From the road, Hannah Greenberg could see that the black bear’s face had gone completely bald. Hair hung off the rest of its frame in long strands, more like dreadlocks than a coat of fur.
When Greenberg, a graduate student in veterinary entomology, approached the animal with members of the Pennsylvania Game Commission as part of a new study, it stumbled and fell, unable to run as a bear normally would, she said. After the bear was tranquilized, the team weighed it and found it was just 45 pounds, less than half what they expected for an animal its age. “It pretty much had no muscle mass,” she said.
But the most shocking thing was the way the black bear smelled.
“It was just bad,” said Greenberg, who studies at Pennsylvania State University. “Kind of bitter, and a little bit like death.”
The cause of the black bear’s woes: Sarcoptic mange.

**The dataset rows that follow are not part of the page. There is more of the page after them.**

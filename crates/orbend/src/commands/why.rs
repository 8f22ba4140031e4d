//! `--why LINE[@FROM..TO]`: which lines of a sweep are explained, and between which values.

use orbend_report::{WhyRecord, why_record};
use orbend_scan::{Numbering, Sweep};

use crate::failure::Failure;

/// A line and two values of the coordinate.
pub(crate) struct Asked {
    line: usize,
    from: f64,
    to: f64,
}

/// Reads the options against the lines that there are.
pub(crate) fn asked(sweep: &Sweep, words: &[String]) -> Result<Vec<Asked>, Failure> {
    let plan = sweep.plan();
    let axes = plan.path().axes();
    let [axis] = axes else {
        return match words.first() {
            None => Ok(Vec::new()),
            Some(word) => Err(Failure::request(format!(
                "--why {word}: a grid has no lines to explain"
            ))
            .fix("sweep along one coordinate")),
        };
    };
    let (low, high) = axis.limits();
    let ends = [axis.values.first(), axis.values.last()].map(|end| end.copied().unwrap_or(0.0));
    words
        .iter()
        .map(|word| {
            let (label, range) = match word.split_once('@') {
                Some((label, range)) => (label.trim(), Some(range)),
                None => (word.trim(), None),
            };
            let [from, to] = match range {
                None => ends,
                Some(range) => range
                    .split_once("..")
                    .and_then(|(from, to)| {
                        Some([from.trim().parse().ok()?, to.trim().parse().ok()?])
                    })
                    .ok_or_else(|| {
                        Failure::request(format!("--why {word}: {range} is not a pair of values"))
                            .fix("write a label, or a label and two values: 5a1@92..180")
                    })?,
            };
            if let Some(outside) = [from, to].into_iter().find(|at| !(low..=high).contains(at)) {
                return Err(Failure::request(format!(
                    "--why {word}: {outside} lies outside the sweep, {low}..{high}"
                ))
                .fix("give two values inside the sweep, or widen it"));
            }
            if (from - to).abs() < 1e-9 {
                return Err(Failure::request(format!(
                    "--why {word}: there is no change from a value to itself"
                ))
                .fix("give two different values inside the sweep"));
            }
            let line = find(sweep, label).ok_or_else(|| unknown(sweep, word, label))?;
            Ok(Asked { line, from, to })
        })
        .collect()
}

/// The records, in the order asked for.
pub(crate) fn records(sweep: &Sweep, asked: &[Asked]) -> Result<Vec<WhyRecord>, Failure> {
    asked
        .iter()
        .map(|one| {
            why_record(sweep, one.line, one.from, one.to)
                .map_err(|error| Failure::from_library(error.to_string()))
        })
        .collect()
}

fn find(sweep: &Sweep, label: &str) -> Option<usize> {
    let plan = sweep.plan();
    let frontier = |occupied: bool| {
        let point = sweep.point(0).ok()?;
        let mut levels = point.levels.iter();
        let filled = |electrons: f64| electrons > 1e-6;
        if occupied {
            levels
                .rfind(|level| filled(level.occupation))
                .map(|level| level.line)
        } else {
            levels
                .find(|level| !filled(level.occupation))
                .map(|level| level.line)
        }
    };
    match label.to_ascii_lowercase().as_str() {
        "homo" => return frontier(true),
        "lumo" => return frontier(false),
        _ => {}
    }
    let core = plan.request().numbering == Numbering::Core;
    plan.lines().iter().position(|head| {
        if core {
            head.name.plain == label || head.name.display == label
        } else {
            head.name.valence_plain == label || head.name.valence_display == label
        }
    })
}

fn unknown(sweep: &Sweep, word: &str, label: &str) -> Failure {
    let plan = sweep.plan();
    let core = plan.request().numbering == Numbering::Core;
    let mut known: Vec<&str> = Vec::new();
    for head in plan.lines() {
        let name = if core {
            &head.name.plain
        } else {
            &head.name.valence_plain
        };
        if !known.contains(&name.as_str()) {
            known.push(name);
        }
    }
    Failure::request(format!("--why {word}: no line is called `{label}`")).fix(format!(
        "the lines are {}, or write homo or lumo",
        known.join(", ")
    ))
}
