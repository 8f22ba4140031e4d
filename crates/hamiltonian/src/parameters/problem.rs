//! Errors of parameter files, all of them at once, and their text for people.

use std::fmt;
use std::ops::Range;

use annotate_snippets::{AnnotationKind, Level, Renderer, Snippet};

use crate::nearest::nearest;

/// One thing that is wrong in a file.
#[derive(Clone, Debug, PartialEq, Eq)]
pub struct Problem {
    /// Line, from 1.
    pub line: usize,
    /// Column in characters, from 1.
    pub column: usize,
    /// Byte range in the text.
    pub span: Range<usize>,
    /// What is wrong.
    pub cause: String,
    /// What to do about it.
    pub fix: String,
}

/// Everything that is wrong in one file, in the order of the file.
#[derive(Clone, Debug, PartialEq, Eq)]
pub struct FileProblems {
    /// Name of the file.
    pub file: String,
    /// At least one problem.
    pub problems: Vec<Problem>,
    text: String,
}

impl FileProblems {
    pub(crate) fn new(file: &str, text: &str, found: Vec<(Range<usize>, String, String)>) -> Self {
        let mut problems: Vec<Problem> = found
            .into_iter()
            .map(|(span, cause, fix)| {
                let start = (0..=span.start.min(text.len()))
                    .rev()
                    .find(|at| text.is_char_boundary(*at));
                let before = &text[..start.unwrap_or(0)];
                let line_start = before.rfind('\n').map_or(0, |at| at + 1);
                Problem {
                    line: before.matches('\n').count() + 1,
                    column: before[line_start..].chars().count() + 1,
                    span,
                    cause,
                    fix,
                }
            })
            .collect();
        problems.sort_by(|a, b| (a.span.start, &a.cause).cmp(&(b.span.start, &b.cause)));
        Self {
            file: file.to_owned(),
            problems,
            text: text.to_owned(),
        }
    }

    /// The problems with the lines of the file that they point at, with or without colour.
    pub fn render(&self, colour: bool) -> String {
        let renderer = if colour {
            Renderer::styled()
        } else {
            Renderer::plain()
        };
        let reports: Vec<String> = self
            .problems
            .iter()
            .map(|problem| {
                let end = problem.span.end.min(self.text.len());
                let span = problem.span.start.min(end)..end;
                let report = [Level::ERROR
                    .primary_title(problem.cause.as_str())
                    .element(
                        Snippet::source(self.text.as_str())
                            .path(self.file.as_str())
                            .annotation(AnnotationKind::Primary.span(span)),
                    )
                    .element(Level::HELP.message(problem.fix.as_str()))];
                renderer.render(&report)
            })
            .collect();
        reports.join("\n")
    }
}

impl fmt::Display for FileProblems {
    fn fmt(&self, f: &mut fmt::Formatter<'_>) -> fmt::Result {
        for (index, problem) in self.problems.iter().enumerate() {
            if index > 0 {
                writeln!(f)?;
            }
            write!(
                f,
                "{}:{}:{}: {}; {}",
                self.file, problem.line, problem.column, problem.cause, problem.fix
            )?;
        }
        Ok(())
    }
}

/// A parameter set that cannot be had.
#[derive(Clone, Debug, PartialEq, Eq, thiserror::Error)]
pub enum ParameterError {
    /// No set of that name.
    #[error("no parameter set is called `{name}`{}; known: {}", meant(name), super::SET_NAMES.join(", "))]
    UnknownSet {
        /// The name asked for.
        name: String,
    },
    /// A file with problems.
    #[error("{0}")]
    InFile(FileProblems),
    /// A choice such as `S:B` or `S+3d` that the set does not offer.
    #[error("`{choice}`: {cause}; {fix}")]
    Choice {
        /// The choice asked for.
        choice: String,
        /// What is wrong with it.
        cause: String,
        /// What to do about it.
        fix: String,
    },
}

fn meant(name: &str) -> String {
    nearest(name, &super::SET_NAMES)
        .map_or_else(String::new, |word| format!(" (did you mean `{word}`?)"))
}
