//! `orbend levels`: one geometry.

use orbend_report::{
    FigureOptions, distortions_record, fragments_record, interaction_figure, levels_csv,
    levels_document, levels_figure, levels_text, to_json,
};

use orbend_scan::reasons::{Distortions, FragmentAnalysis};

use super::figure::{self, Rendering};
use super::fragments::{fragment_failure, fragments};
use super::geometry_text::geometry_text;
use super::sweep::in_pool;
use super::{csv, provenance, resolve, text_options};
use crate::arguments::LevelsArguments;
use crate::failure::Failure;
use crate::outputs::Outputs;
use crate::write::write_stdout;

pub(crate) fn run(arguments: &LevelsArguments) -> Result<(), Failure> {
    let output = &arguments.output;
    let outputs = Outputs::check(&output.out, &["json", "csv", "svg", "png", "pdf", "xyz"])?;
    let resolved = resolve(
        &arguments.geometry,
        Vec::new(),
        &arguments.model,
        output.numbering,
    )?;
    let sweep = in_pool(arguments.jobs, || resolved.request.run())?
        .map_err(|error| Failure::scan(&error).within(&arguments.geometry))?;
    let mut document = levels_document(&sweep, &provenance(&resolved.geometry, output.numbering))
        .map_err(|error| Failure::result(&error).within(&arguments.geometry))?;
    if arguments.distortions {
        let distortions = in_pool(arguments.jobs, || Distortions::new(&resolved.request))?
            .map_err(|error| Failure::scan(&error).within(&arguments.geometry))?;
        document.distortions =
            Some(distortions_record(&distortions, None).map_err(Failure::document)?);
    }
    if let Some(text) = &arguments.fragments {
        let fragments = fragments(text, resolved.request.molecule.len())?;
        let analysis = FragmentAnalysis::new(&sweep, 0, &fragments).map_err(fragment_failure)?;
        document.fragments =
            Some(fragments_record(sweep.plan(), &analysis).map_err(Failure::document)?);
    }
    outputs.write(|ending| {
        Ok(match ending {
            "json" => to_json(&document).map_err(Failure::document)?.into_bytes(),
            "csv" => csv(|out| levels_csv(&document, out))?,
            "xyz" => resolved.geometry.to_xyz().into_bytes(),
            _ => {
                let options = FigureOptions {
                    numbering: figure::numbering(output.numbering),
                    ..FigureOptions::default()
                };
                let figure = if document.fragments.is_some() {
                    interaction_figure(&document, &options)
                } else {
                    levels_figure(&document, &options)
                };
                Rendering::default().bytes(figure, ending)?
            }
        })
    })?;
    if output.json {
        write_stdout(to_json(&document).map_err(Failure::document)?.as_bytes())
    } else {
        let options = text_options(output.numbering);
        let start = geometry_text(&resolved.geometry, options.width);
        write_stdout((start + &levels_text(&document, &options)).as_bytes())
    }
}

Black bears suffering from mange, a skin disease more typically associated with dogs, have become an increasingly common sight across Pennsylvania’s woods since the 1990s. But now, officials say, the Keystone State seems to be the epicenter of an outbreak that scientists don’t fully understand. With cases popping up in neighboring states such as New York, West Virginia, Maryland and Virginia, black-bear mange is becoming a mid-Atlantic regional issue, said Mark Ternent, a wildlife biologist and the Pennsylvania Game Commission’s black-bear expert.